Film Room: Robby, the Running Game and Regression vs. LSU
Auburn's offense had some newer positives and some all-too-familiar negatives in its 21-17 loss to LSU. Let's take a look at three key areas, starting with the QB.
QB Robby Ashford (Todd Van Emst/Auburn Athletics)
Although the final result of Auburn’s home game against LSU on Saturday night felt familiar — a blown double-digit lead and a lack of scoring in the second half — the way the Tigers’ offense got there was a departure from its first two games against Power 5 competition.
Auburn averaged 6.3 yards per play and 8.6 yards per pass attempt against LSU. Those were both the team’s best performances against a quality opponent since last season’s loss to Mississippi State, which was the last game that featured former quarterback Bo Nix.
In spite of several injuries and some tweaks to the starting lineup, Auburn’s offense showed some real signs of life after falling flat in a 17-14 win over Missouri a week earlier.
A lot of that flowed through quarterback Robby Ashford, who completed seven passes of 20-plus yards in his second career start. Eight different receivers caught at least one pass from Ashford, and the sophomore quarterback also managed a few successful rushing plays with his legs.
Auburn also improved some on the ground, averaging 3.8 sack-adjusted yards per carry — almost a full yard more than it posted against Missouri. The Tigers had two rushes of 20-plus yards, which was double the amount they posted in the Penn State and Missouri games combined.

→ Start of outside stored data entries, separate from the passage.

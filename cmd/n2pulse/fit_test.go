package main

import (
	"bytes"
	"encoding/json"
	"fmt"
	"os"
	"path/filepath"
	"strings"
	"testing"

	"gonum.org/v1/gonum/floats/scalar"

	"n2pulse/kinetics/design"
	"n2pulse/kinetics/fit/measured"
	"n2pulse/kinetics/study"
)

const fitDemoDesign = "../../kinetics/fit/testdata/small-transfer.toml"

// fitDemoData writes a measured file made by the model itself from the demo design with a
// discharge width of 1.5 mm (no noise; a 5 % uncertainty stated), at three gaps.
func fitDemoData(t *testing.T, dir string) string {
	t.Helper()
	var b strings.Builder
	b.WriteString("# made by the model (test data)\nchannel.gap [mm], energy_front [uJ], energy_front_uncertainty [%], fwhm [ns], fwhm_uncertainty [%]\n")
	for _, g := range []string{"1.4", "1.9", "2.4"} {
		d, err := design.LoadDesign(fitDemoDesign)
		if err != nil {
			t.Fatal(err)
		}
		if err := d.Set("channel.width", "1.5 mm"); err != nil {
			t.Fatal(err)
		}
		if err := d.Set("channel.gap", g+" mm"); err != nil {
			t.Fatal(err)
		}
		s, err := study.ModelRunner(d)
		if err != nil {
			t.Fatal(err)
		}
		fmt.Fprintf(&b, "%s, %.9g, 5, %.9g, 5\n", g, s.EnergyFront*1e6, s.RMSWidth*1e9)
	}
	path := filepath.Join(dir, "measured.csv")
	if err := os.WriteFile(path, []byte(b.String()), 0o644); err != nil {
		t.Fatal(err)
	}
	return path
}

// TestFitCommand: `fit` recovers the width the data were made with, writes fitted.toml (which
// reads back as a design with that width), residuals.csv, fit.json and the figures, and says
// which key the data do not determine (the O₂ quenching constant in pure N₂).
func TestFitCommand(t *testing.T) {
	t.Parallel()
	dir := t.TempDir()
	data := fitDemoData(t, dir)
	out := filepath.Join(dir, "out")
	args := []string{"fit", fitDemoDesign, "--measured", data, "--free", "channel.width=0.5:5 mm",
		"--free", "levels.upper_quenching_oxygen=1e-11:1e-9 cm3/s", "--starts", "1", "--out", out, "--json"}
	var stdout, stderr bytes.Buffer
	if code := run(args, &stdout, &stderr); code != 0 {
		t.Fatalf("exit %d: %s", code, stderr.String())
	}
	var got struct {
		Params []struct {
			Key        string   `json:"key"`
			Value      float64  `json:"value"`
			Determined bool     `json:"determined"`
			Low        *float64 `json:"ci95_low"`
			High       *float64 `json:"ci95_high"`
			Why        string   `json:"why"`
		} `json:"params"`
		Undetermined []string `json:"undetermined"`
		Residuals    []any    `json:"residuals"`
		Files        []string `json:"files"`
	}
	if err := json.Unmarshal(stdout.Bytes(), &got); err != nil {
		t.Fatalf("%v\n%s", err, stdout.String())
	}
	w := got.Params[0]
	// Exact data: the optimum is the width they were made with, to the minimiser's tolerance.
	if w.Key != "channel.width" || !w.Determined || !scalar.EqualWithinAbsOrRel(w.Value, 1.5e-3, 0, 2e-3) || w.Low == nil || !(*w.Low < w.Value && w.Value < *w.High) {
		t.Errorf("width: %+v, want 1.5 mm, determined, inside its interval", w)
	}
	if q := got.Params[1]; q.Determined || q.Low != nil || !strings.Contains(q.Why, "do not change") {
		t.Errorf("O₂ quenching: %+v, want not determined, no interval", q)
	}
	if len(got.Undetermined) != 1 || len(got.Residuals) != 6 || len(got.Files) != 5 {
		t.Errorf("undetermined %v, %d residuals, files %v; want 1, 6, 5", got.Undetermined, len(got.Residuals), got.Files)
	}
	fitted, err := design.LoadDesign(filepath.Join(out, "fitted.toml"))
	if err != nil {
		t.Fatalf("fitted.toml does not read back: %v", err)
	}
	if v, _ := fitted.Get("channel.width"); !scalar.EqualWithinAbsOrRel(v, w.Value, 0, 1e-5) {
		t.Errorf("fitted.toml width %g, fit %g", v, w.Value)
	}
	for _, f := range []string{"residuals.csv", "fit.json", "fit-energy_front.png", "fit-fwhm.png"} {
		if st, err := os.Stat(filepath.Join(out, f)); err != nil || st.Size() == 0 {
			t.Errorf("%s: %v", f, err)
		}
	}
	// The text form names the key it cannot determine.
	var text, e bytes.Buffer
	if code := run(append(args[:len(args)-3], "--out", ""), &text, &e); code != 0 {
		t.Fatalf("text: exit %d: %s", code, e.String())
	}
	for _, want := range []string{"levels.upper_quenching_oxygen is not determined by these data", "NOT DETERMINED", "residuals (model against measured)", "χ² ="} {
		if !strings.Contains(text.String(), want) {
			t.Errorf("text output lacks %q:\n%s", want, text.String())
		}
	}
}

// TestFitUsage: mistakes on the command line exit 2 with a message naming the flag; a broken
// measured file exits 1 naming its line and column.
func TestFitUsage(t *testing.T) {
	t.Parallel()
	dir := t.TempDir()
	bad := filepath.Join(dir, "bad.csv")
	if err := os.WriteFile(bad, []byte("channel.gap [mm], energy_front [uJ]\n1.5, 40\n2.0, x\n"), 0o644); err != nil {
		t.Fatal(err)
	}
	good := filepath.Join(dir, "good.csv")
	if err := os.WriteFile(good, []byte("channel.gap [mm], energy_front [uJ]\n1.5, 40\n2.0, 45\n"), 0o644); err != nil {
		t.Fatal(err)
	}
	cases := []struct {
		args []string
		code int
		want string
	}{
		{[]string{"fit", fitDemoDesign, "--free", "channel.width"}, 2, "--measured FILE is required"},
		{[]string{"fit", fitDemoDesign, "--measured", good}, 2, "at least one --free"},
		{[]string{"fit", fitDemoDesign, "--measured", good, "--free", "channel.widht"}, 2, "did you mean channel.width"},
		{[]string{"fit", fitDemoDesign, "--measured", good, "--free", "channel.width=2 mm"}, 2, "want KEY=LO:HI"},
		{[]string{"fit", fitDemoDesign, "--measured", good, "--free", "channel.width=2:1 mm"}, 2, "want 0 < LO < HI"},
		{[]string{"fit", fitDemoDesign, "--measured", good, "--free", "channel.width=1:2 kV"}, 2, "channel.width"},
		{[]string{"fit", fitDemoDesign, "--measured", good, "--free", "channel.gap"}, 2, "either measured or fitted"},
		{[]string{"fit", fitDemoDesign, "--measured", good, "--free", "numerics.cells"}, 2, "not a numeric key that varies continuously"},
		{[]string{"fit", fitDemoDesign, "--measured", good, "--free", "channel.width", "--starts", "0"}, 2, "--starts 0"},
		{[]string{"fit", fitDemoDesign, "--measured", bad, "--free", "channel.width"}, 1, `line 3, column "energy_front [uJ]": "x" is not a number`},
	}
	for _, c := range cases {
		var o, e bytes.Buffer
		if code := run(c.args, &o, &e); code != c.code || !strings.Contains(e.String(), c.want) {
			t.Errorf("%v: exit %d, %q; want %d and %q", c.args[3:], code, e.String(), c.code, c.want)
		}
	}
}

// TestFitNoScatter: one point, one free key, no uncertainty (150 µJ, which the demo design
// reaches inside the width range, at about 3.5 mm): nothing is left to estimate the scatter, so --json carries null intervals and residuals and the key is not determined.
func TestFitNoScatter(t *testing.T) {
	t.Parallel()
	dir := t.TempDir()
	data := filepath.Join(dir, "one.csv")
	if err := os.WriteFile(data, []byte("channel.gap [mm], energy_front [uJ]\n1.8, 150\n"), 0o644); err != nil {
		t.Fatal(err)
	}
	var o, e bytes.Buffer
	if code := run([]string{"fit", fitDemoDesign, "--measured", data, "--free", "channel.width=0.5:5 mm", "--starts", "1", "--out", "", "--json"}, &o, &e); code != 0 {
		t.Fatalf("exit %d: %s", code, e.String())
	}
	var got struct {
		Params []struct {
			Determined bool     `json:"determined"`
			Low        *float64 `json:"ci95_low"`
			Why        string   `json:"why"`
		} `json:"params"`
		Residuals []struct {
			Normalised *float64 `json:"normalised"`
		} `json:"residuals"`
		Scatter *float64 `json:"relative_scatter"`
	}
	if err := json.Unmarshal(o.Bytes(), &got); err != nil {
		t.Fatalf("%v\n%s", err, o.String())
	}
	if p := got.Params[0]; p.Determined || p.Low != nil || !strings.Contains(p.Why, "no interval") || got.Residuals[0].Normalised != nil || got.Scatter != nil {
		t.Errorf("got %+v", got)
	}
}

// TestFitExamples: the measured files the README runs parse, with the points it describes.
func TestFitExamples(t *testing.T) {
	t.Parallel()
	for file, want := range map[string]struct {
		points, values int
		uncertain      bool
	}{
		"../../examples/fit/demo-tea-transfer.csv":      {6, 9, true},
		"../../examples/fit/tea-transfer-88mm-gaps.csv": {2, 2, false},
	} {
		s, err := measured.ReadFile(file)
		if err != nil {
			t.Fatal(err)
		}
		n := 0
		for _, p := range s.Points {
			n += len(p.Values)
		}
		if len(s.Points) != want.points || n != want.values || s.Uncertain != want.uncertain {
			t.Errorf("%s: %d points, %d values, uncertain %v; want %+v", file, len(s.Points), n, s.Uncertain, want)
		}
	}
}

But two major and all-too-familiar trends for Auburn’s offense continued in a big way Saturday night. After leading 17-0, Auburn didn’t score a single point in the entire second half. The Tigers also turned the ball over four times, bringing their turnover count for the season to an even 12. That’s tied for seventh-most in the FBS.
As one might expect, the film from Auburn’s offensive performance against LSU is a mixed bag. There are big plays and positives to build on, for sure. But a lot of that is overshadowed by what went wrong for the Tigers’ offense for yet another consecutive game against an SEC opponent.

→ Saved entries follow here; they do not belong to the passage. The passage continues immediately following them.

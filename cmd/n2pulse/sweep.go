package main

import (
	"context"
	"encoding/json"
	"errors"
	"fmt"
	"io"
	"os"
	"os/signal"
	"path/filepath"
	"runtime"
	"slices"
	"strconv"
	"strings"
	"syscall"
	"text/tabwriter"

	"n2pulse/internal/atomicfile"
	"n2pulse/internal/sysmem"
	"n2pulse/kinetics"
	"n2pulse/kinetics/study"
	"n2pulse/plots"
	"n2pulse/report"
)

func init() {
	register(command{
		name:    "sweep",
		summary: "run a design over a grid of any design keys; table, curves or maps, resumable and shardable",
		run:     runSweep,
	})
}

func runSweep(args []string, stdout, stderr io.Writer) error {
	fs := newFlags("sweep", "[DESIGN] --vary KEY=FROM:TO:N[:log] [--vary …] [--metric NAME …] [--out DIR] [--resume] [--shard K/N]", stderr)
	vary := fs.StringArray("vary", nil, `a varied key and its grid, e.g. --vary gas.pressure=20Torr:760Torr:20:log (repeatable; the last varies fastest)`)
	metrics := fs.StringSlice("metric", nil, "figures of merit to draw (default "+strings.Join(plots.DefaultMapMetrics, ",")+")")
	out := fs.String("out", "sweep", "directory for results.csv, the journal, the figures and report.html")
	sets := fs.StringArray("set", nil, `override a design key before sweeping, e.g. --set channel.length="40 cm" (repeatable)`)
	workers := fs.Int("workers", runtime.NumCPU(), "points computed at once")
	memLimit := fs.String("memory-limit", "", `largest memory all points computed at once may take, e.g. "8 GB" (default: half the machine's memory); each point gets its share`)
	resume := fs.Bool("resume", false, "finish the sweep already started in --out, computing only the missing points")
	shardText := fs.String("shard", "", "compute only shard K of N (point i belongs to shard i mod N + 1); default from SLURM_ARRAY_TASK_ID when set")
	quiet := fs.Bool("quiet", false, "no progress line")
	asJSON := fs.Bool("json", false, "print the optimum of each metric as JSON on stdout instead of a table")
	samples := fs.Int("uncertainty", 0, fmt.Sprintf("also run every point over N samples of the uncertain constants (Latin hypercube, %d…%d; the varied keys keep their grid values, and so does a constant given with --set or in the design file at a value other than its default): results.csv gains <figure>_p05/_p50/_p95 columns, the drivers and a note per point", study.MinSamples, study.MaxSamples))
	seed := fs.Uint64("seed", 1, "seed of the --uncertainty samples (the same seed gives the same table on any machine and worker count)")
	if help, err := parseFlags(fs, args); help || err != nil {
		return err
	}
	if len(*vary) == 0 {
		return usagef("sweep: give at least one --vary KEY=FROM:TO:N[:log]")
	}
	if *workers < 1 {
		return usagef("sweep: --workers %d: want at least 1", *workers)
	}
	d, err := loadDesign(fs.Args(), *sets)
	if err != nil {
		return err
	}
	if err := study.CheckSamples("--uncertainty", *samples); err != nil {
		return usageOf("sweep: ", err)
	}
	s := &study.Sweep{Design: d, Workers: *workers, Dir: *out, Resume: *resume, Samples: *samples, Seed: *seed}
	if s.Runner, err = sharedMemoryRunner("sweep", *memLimit, *workers); err != nil {
		return err
	}
	for _, v := range *vary {
		a, err := study.ParseAxis(v, d)
		if err != nil {
			return usageOf("", err)
		}
		s.Axes = append(s.Axes, a)
	}
	if err := checkMetrics(*metrics); err != nil {
		return err
	}
	if s.Shard, err = shardOf(*shardText); err != nil {
		return err
	}
	if err := s.Check(); err != nil {
		return usageOf("", err)
	}
	if !*quiet && isTerminal(stderr) {
		s.Progress = stderr
	}

	ctx, stop := signal.NotifyContext(context.Background(), os.Interrupt, syscall.SIGTERM)
	defer stop()
	tab, err := s.Run(ctx)
	if errors.Is(err, context.Canceled) {
		return fmt.Errorf("sweep: interrupted; the finished points are kept in %s: run the same command with --resume to finish", filepath.Join(*out, study.JournalFile))
	}
	if err != nil {
		return err
	}
	if !*quiet {
		who := "sweep"
		if !s.Shard.Whole() {
			who = "shard " + s.Shard.String()
		}
		fmt.Fprintf(stderr, "%s: %s\n", who, tableCounts(tab))
	}
	if !s.Shard.Whole() {
		fmt.Fprintf(stdout, "shard %s: wrote %s; join the shards with `n2pulse merge`\n", s.Shard, filepath.Join(*out, study.ResultsFile))
		return nil
	}
	return reportSweep(stdout, tab, s.Axes, *metrics, *out, *asJSON, d.Name, d.String(), sweepBands{*samples, *seed, heldIf(*samples, d)})
}

// sweepReport is what `sweep --json` prints: the grid, the counts, the optimum of each metric
// (values in SI, as in results.csv) and the files written.
type sweepReport struct {
	Axes   []study.Axis `json:"axes"`
	Points int          `json:"points"`
	Failed int          `json:"failed"`
	Optima []plots.Best `json:"optima"`
	Files  []string     `json:"files"`
	// Uncertainty is present when the sweep ran with --uncertainty: sweepBandJSON.
	Uncertainty *sweepBandJSON `json:"uncertainty,omitempty"`
}

// reportSweep prints the optimum of each metric (a table, or JSON), draws the figures, writes
// the plotting-program copy of a two-key table and lists the files.
func reportSweep(stdout io.Writer, tab *study.Table, axes []study.Axis, metrics []string, dir string, asJSON bool, name, listing string, bands sweepBands) error {
	if len(metrics) == 0 {
		metrics = plots.DefaultMapMetrics
	}
	if !asJSON {
		printOptima(stdout, tab, axes, metrics)
		if bands.Samples > 0 {
			printSweepBands(stdout, tab, bands)
		}
	}
	files := []string{filepath.Join(dir, study.ResultsFile)}
	if len(axes) == 2 {
		dat := filepath.Join(dir, study.DataFile)
		if err := atomicfile.WriteFile(dat, tab.Blocks(axes[1].N)); err != nil {
			return fmt.Errorf("sweep: %w", err)
		}
		files = append(files, dat)
	}
	figs, err := plots.SweepFigures(tab, axes, metrics, dir)
	if err != nil {
		return err
	}
	files = append(files, figs...)
	if err := writeSweepReport(dir, name, listing, tab, axes, metrics, figs, bands); err != nil {
		return err
	}
	files = append(files, filepath.Join(dir, report.FileName))
	if asJSON {
		rep := sweepReport{Axes: axes, Points: len(tab.Rows), Files: files}
		for r := range tab.Rows {
			if !tab.OK(r) {
				rep.Failed++
			}
		}
		for _, m := range metrics {
			rep.Optima = append(rep.Optima, plots.Optimum(tab, axes, m))
		}
		if bands.Samples > 0 {
			rep.Uncertainty = sweepBandBlock(tab, bands, rep.Optima)
		}
		b, err := json.MarshalIndent(rep, "", "  ")
		if err != nil {
			return fmt.Errorf("sweep: %w", err)
		}
		fmt.Fprintln(stdout, string(b))
		return nil
	}
	fmt.Fprintf(stdout, "wrote %s", files[0])
	for _, f := range files[1:] {
		fmt.Fprintf(stdout, ", %s", filepath.Base(f))
	}
	fmt.Fprintln(stdout)
	return nil
}

// checkMetrics rejects --metric names that are not numeric figures of merit.
func checkMetrics(metrics []string) error {
	ok := study.NumericMetrics()
	for _, m := range metrics {
		if !slices.Contains(ok, m) {
			return usagef("--metric %q: allowed %s", m, strings.Join(ok, ", "))
		}
	}
	return nil
}

// shardOf reads --shard, or the Slurm job-array task when --shard is not given.
func shardOf(text string) (study.Shard, error) {
	if text != "" {
		s, err := study.ParseShard(text)
		if err != nil {
			return s, usageOf("", err)
		}
		return s, nil
	}
	s, _, err := study.ShardFromSlurm(os.Getenv)
	return s, err
}

// isTerminal reports whether w is a terminal (a character device).
func isTerminal(w io.Writer) bool {
	f, ok := w.(*os.File)
	if !ok {
		return false
	}
	st, err := f.Stat()
	return err == nil && st.Mode()&os.ModeCharDevice != 0
}

// tableCounts says how many points were computed, how many failed, how many were cut
// short (status "truncated": the pulse outlasted the longest run a point may take) and how
// many made separate pulses (column "pulses" above 1: their FWHM spans them all) or an
// ill-conditioned FWHM (column "fwhm_ill_conditioned").
func tableCounts(t *study.Table) string {
	failed, truncated := 0, 0
	c := t.Column(study.StatusColumn)
	for r := range t.Rows {
		switch {
		case c >= 0 && t.Rows[r][c] == study.StatusTruncated:
			truncated++
		case !t.OK(r):
			failed++
		}
	}
	out := fmt.Sprintf("%d points, %d failed", len(t.Rows), failed)
	if truncated > 0 {
		out += fmt.Sprintf(", %d truncated (left out of the optima)", truncated)
	}
	if n := len(multiPulseRows(t)); n > 0 {
		out += fmt.Sprintf(", %d with separate pulses (the pulses column; their FWHM spans them all)", n)
	}
	if n := len(illWidthRows(t)); n > 0 {
		out += fmt.Sprintf(", %d with an ill-conditioned FWHM (the fwhm_ill_conditioned column; a small change can move it a long way)", n)
	}
	return out
}

// illWidthRows are the rows of t whose FWHM is ill-conditioned (column fwhm_ill_conditioned).
func illWidthRows(t *study.Table) []int {
	return rowsWhere(t, "fwhm_ill_conditioned", func(v string) bool { return v == "true" })
}

// multiPulseRows are the rows of t whose output is two or more separate pulses.
func multiPulseRows(t *study.Table) []int {
	return rowsWhere(t, "pulses", func(v string) bool { n, err := strconv.Atoi(v); return err == nil && n >= 2 })
}

// rowsWhere returns the rows of t whose cell in the named column satisfies keep; nil when t
// has no such column (a table written before it existed).
func rowsWhere(t *study.Table, column string, keep func(string) bool) []int {
	c := t.Column(column)
	if c < 0 {
		return nil
	}
	var rows []int
	for r := range t.Rows {
		if keep(t.Rows[r][c]) {
			rows = append(rows, r)
		}
	}
	return rows
}

// printOptima writes, per metric, the best counted point and its varied values in display
// units (plots.LabelOf), with a note when it lies on the edge of the grid.
func printOptima(w io.Writer, t *study.Table, axes []study.Axis, metrics []string) {
	tw := tabwriter.NewWriter(w, 0, 0, 2, ' ', 0)
	banded := t.Column(study.BandNoteColumn) >= 0
	head := "figure of merit\toptimum\tvalue"
	if banded {
		head += "\t5 %\t95 %"
	}
	for _, a := range axes {
		head += "\t" + plots.LabelOf(a.Key).Text
	}
	fmt.Fprintln(tw, head+"\t")
	var edges []string
	illOptimum := false
	for _, m := range metrics {
		l := plots.LabelOf(m)
		b := plots.Optimum(t, axes, m)
		if b.Row < 0 {
			fmt.Fprintf(tw, "%s\t-\tno point with a value\t\n", l.Text)
			continue
		}
		line := fmt.Sprintf("%s\t%s\t%s", l.Text, b.Word, l.Format(b.Value))
		if banded {
			line += "\t" + bandCell(t, b.Row, m+"_p05", l) + "\t" + bandCell(t, b.Row, m+"_p95", l)
		}
		for _, a := range axes {
			al := plots.LabelOf(a.Key + " [" + a.Unit + "]").Typed(a.Display)
			line += "\t" + al.Format(t.Float(b.Row, t.Column(a.Header())))
		}
		var marks []string
		if len(b.Edge) > 0 {
			marks = append(marks, "edge")
			edges = append(edges, l.Text)
		}
		if m == "fwhm_s" && slices.Contains(illWidthRows(t), b.Row) {
			marks = append(marks, "ill-conditioned")
			illOptimum = true
		}
		if len(marks) > 0 {
			line += "\t" + strings.Join(marks, ", ")
		}
		fmt.Fprintln(tw, line+"\t")
	}
	tw.Flush()
	if len(edges) > 0 {
		fmt.Fprintf(w, "edge: the optimum of %s lies on the edge of the grid; extend the range to find the best\n", strings.Join(edges, ", "))
	}
	if illOptimum {
		fmt.Fprintln(w, "ill-conditioned: the shortest FWHM is at a point whose FWHM a small change can move a long way (a maximum or shoulder of the output near half its peak: fwhm_45_s, fwhm_55_s); rms_fwhm_s ranks widths steadily")
	}
}

// sharedMemoryRunner is the runner of a command that computes several designs at once (sweep,
// length): the --memory-limit text (empty: kinetics.DefaultMemoryLimit) shared equally among
// the workers. A malformed limit is a usage error naming the command.
func sharedMemoryRunner(command, limitText string, workers int) (study.Runner, error) {
	limit := kinetics.DefaultMemoryLimit
	if limitText != "" {
		var err error
		if limit, err = sysmem.ParseBytes(limitText); err != nil {
			return nil, usagef("%s: --memory-limit: %v", command, err)
		}
	}
	return study.MemoryRunner(limit / int64(workers)), nil
}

After rewatching and charting all 69 of Auburn’s non-kneel offensive plays against LSU, let’s take a closer look at the play of Ashford, the rushing performance and what went really wrong after halftime.
The highs and lows of Robby Ashford’s second start
Ashford’s performance against LSU had sort of an all-or-nothing feel to it. He completed just 50% of his 38 passing attempts, but those 19 completions went for 337 yards and two touchdowns.

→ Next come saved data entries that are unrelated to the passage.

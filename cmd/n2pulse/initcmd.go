package main

import (
	"fmt"
	"io"
	"n2pulse/internal/atomicfile"
	"os"
	"strings"

	"n2pulse/data"
	"n2pulse/kinetics/design"
)

func init() {
	register(command{
		name:    "init",
		summary: "write a commented example design file: --example blumlein (default), board, tube or tea-transfer",
		run:     runInit,
	})
}

func runInit(args []string, stdout, stderr io.Writer) error {
	fs := newFlags("init", "[FILE] [--example NAME] [--all] [--force]", stderr)
	all := fs.Bool("all", false, "print every design key with its default value (SI), instead of the example; a file of these values holds nothing in --uncertainty (only a value changed from its default is held)")
	var names []string
	for _, e := range data.Examples() {
		names = append(names, "  "+e.Name+": "+e.Summary)
	}
	example := fs.String("example", "blumlein", "which example design to write (invented scenarios):\n"+strings.Join(names, "\n"))
	built := fs.Bool("built", false, "the same as --example board")
	force := fs.Bool("force", false, "overwrite FILE if it exists")
	if help, err := parseFlags(fs, args); help || err != nil {
		return err
	}
	if fs.NArg() > 1 {
		return usagef("init: takes at most one file name")
	}
	if *built {
		*example = "board"
	}
	text, err := data.ExampleText(*example)
	if err != nil {
		return usagef("init: --example: %v", err)
	}
	if *all {
		text = []byte("# n2pulse design: every key with its default, in SI units with the unit written out.\n" +
			"# Lines starting with '# key =' are keys with no default (the apparatus: give them) or\n" +
			"# optional [build] keys; the comment after each key says what it means and its range.\n" +
			"# CAUTION: a charged laser holds lethal energy and its 337 nm beam harms eyes and skin.\n" +
			design.Defaults().Listing())
	}
	if fs.NArg() == 0 {
		_, err := stdout.Write(text)
		return err
	}
	path := fs.Arg(0)
	if _, err := os.Stat(path); err == nil && !*force {
		return fmt.Errorf("init: %s exists; use --force to overwrite", path)
	}
	if err := atomicfile.WriteFile(path, text); err != nil {
		return fmt.Errorf("init: %w", err)
	}
	fmt.Fprintf(stderr, "wrote %s\n", path)
	return nil
}
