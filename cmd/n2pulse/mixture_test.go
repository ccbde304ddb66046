package main

import (
	"errors"
	"strings"
	"testing"

	"gonum.org/v1/gonum/floats/scalar"

	"n2pulse/kinetics/design"
)

// TestMixtureRuleRunSet checks the mixture rule on the --set path of run (and of sweep, which
// loads its design the same way): --set gas.oxygen=0.21 on a nitrogen design makes air
// (nitrogen 0.79); an explicit nitrogen that breaks the sum is an error naming the keys.
// (Air as 0.79/0.21: common practice, no source.)
func TestMixtureRuleRunSet(t *testing.T) {
	t.Parallel()
	d, err := loadDesign(nil, []string{"gas.oxygen=0.21"})
	if err != nil {
		t.Fatal(err)
	}
	if !scalar.EqualWithinAbsOrRel(d.Gas.Nitrogen, 0.79, 1e-12, 1e-12) {
		t.Errorf("--set gas.oxygen=0.21: nitrogen %g, want 0.79", d.Gas.Nitrogen)
	}
	_, err = loadDesign(nil, []string{"gas.oxygen=0.21", "gas.nitrogen=1"})
	var ke *design.KeyError
	if !errors.As(err, &ke) || !strings.Contains(ke.Key, "gas.nitrogen") || !strings.Contains(ke.Key, "gas.oxygen") {
		t.Errorf("--set gas.oxygen=0.21 --set gas.nitrogen=1: error %v, want a KeyError naming both", err)
	}
}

To Auburn’s credit, the LSU game felt like much more of a game plan that was designed for Ashford instead of a more pro-style quarterback such as T.J. Finley. Auburn ran 54 plays out of the shotgun compared to just nine in the pistol, five under-center and one Wildcat call.
The shotgun plays averaged 6.89 yards per snap, while the under-center ones were at 2.2. However, those numbers come with an asterisk — those five plays were three successful quarterback sneaks, a 2-yard handoff that moved the chains and a deep shot. So, while they didn’t average much, they were mostly successful.
Auburn only went under center with Ashford in very specific situations, for the most part. It also let him operate more in 11 personnel and spread-out formations. Auburn ran 44 plays in 11 personnel compared to just 24 in 12 personnel. (It had one play in 21 personnel — two running backs and one tight end — that we’ll get to shortly.)